Start of DATA FOR REVIEW

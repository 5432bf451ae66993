"""Backends: any backend that hands members back in member order gives the same run, bit for bit.

The fold is exact however members are grown (DESIGN.md "Tallies add"): a backend that grows chunks
out of order, late and twice must end identical to local threads.
"""
import random

import numpy as np

from baggr.backends.base import Backend
from baggr.config import Config
from baggr.engine import Training
from generators import twonorm


class Shuffled(Backend):
    """Grows chunks of 3 members in a random order, each twice, and yields them in member order."""

    def members(self, grower, start, stop):
        chunks = [range(a, min(a + 3, stop)) for a in range(start, stop, 3)]
        order = chunks * 2
        random.Random(5).shuffle(order)
        done = {}
        for ch in order:
            for r in grower.grow_chunk(ch):
                done.setdefault(r.member, r)
        for m in range(start, stop):
            yield done.pop(m)


def _run(backend, keep=True):
    X, y = twonorm(300, seed=3)
    cfg = Config(members=11, seed=7, threads=2, keep_members=keep)
    tr = Training(X, y, cfg)
    return tr.run(backend=backend)


def test_out_of_order_chunks_equal_threads():
    a, b = _run(None), _run(Shuffled())
    for k, v in a.oob.arrays().items():
        np.testing.assert_array_equal(v, b.oob.arrays()[k], err_msg=k)
    for k, v in a.forest.arrays.items():
        np.testing.assert_array_equal(v, b.forest.arrays[k], err_msg=k)


def test_stopping_early_closes_the_backend():
    closed = []

    class Counting(Shuffled):
        def close(self):
            closed.append(True)

    X, y = twonorm(200, seed=1)
    tr = Training(X, y, Config(members=9, seed=1, threads=1))
    ens = tr.run(backend=Counting(), should_stop=lambda: tr.next_member >= 4)
    assert ens.members == 4 and closed == [True]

End of DATA FOR REVIEW

> **TASK ITEM**
Please restate, word for word, the lines of the entries that run from the first line through the one holding "closed = []", and add nothing.

> **RESPONSE AREA**
repository 5432bf451ae66993
"""Backends: any backend that hands members back in member order gives the same run, bit for bit.

The fold is exact however members are grown (DESIGN.md "Tallies add"): a backend that grows chunks
out of order, late and twice must end identical to local threads.
"""
import random

import numpy as np

from baggr.backends.base import Backend
from baggr.config import Config
from baggr.engine import Training
from generators import twonorm


class Shuffled(Backend):
    """Grows chunks of 3 members in a random order, each twice, and yields them in member order."""

    def members(self, grower, start, stop):
        chunks = [range(a, min(a + 3, stop)) for a in range(start, stop, 3)]
        order = chunks * 2
        random.Random(5).shuffle(order)
        done = {}
        for ch in order:
            for r in grower.grow_chunk(ch):
                done.setdefault(r.member, r)
        for m in range(start, stop):
            yield done.pop(m)


def _run(backend, keep=True):
    X, y = twonorm(300, seed=3)
    cfg = Config(members=11, seed=7, threads=2, keep_members=keep)
    tr = Training(X, y, cfg)
    return tr.run(backend=backend)


def test_out_of_order_chunks_equal_threads():
    a, b = _run(None), _run(Shuffled())
    for k, v in a.oob.arrays().items():
        np.testing.assert_array_equal(v, b.oob.arrays()[k], err_msg=k)
    for k, v in a.forest.arrays.items():
        np.testing.assert_array_equal(v, b.forest.arrays[k], err_msg=k)


def test_stopping_early_closes_the_backend():
    closed = []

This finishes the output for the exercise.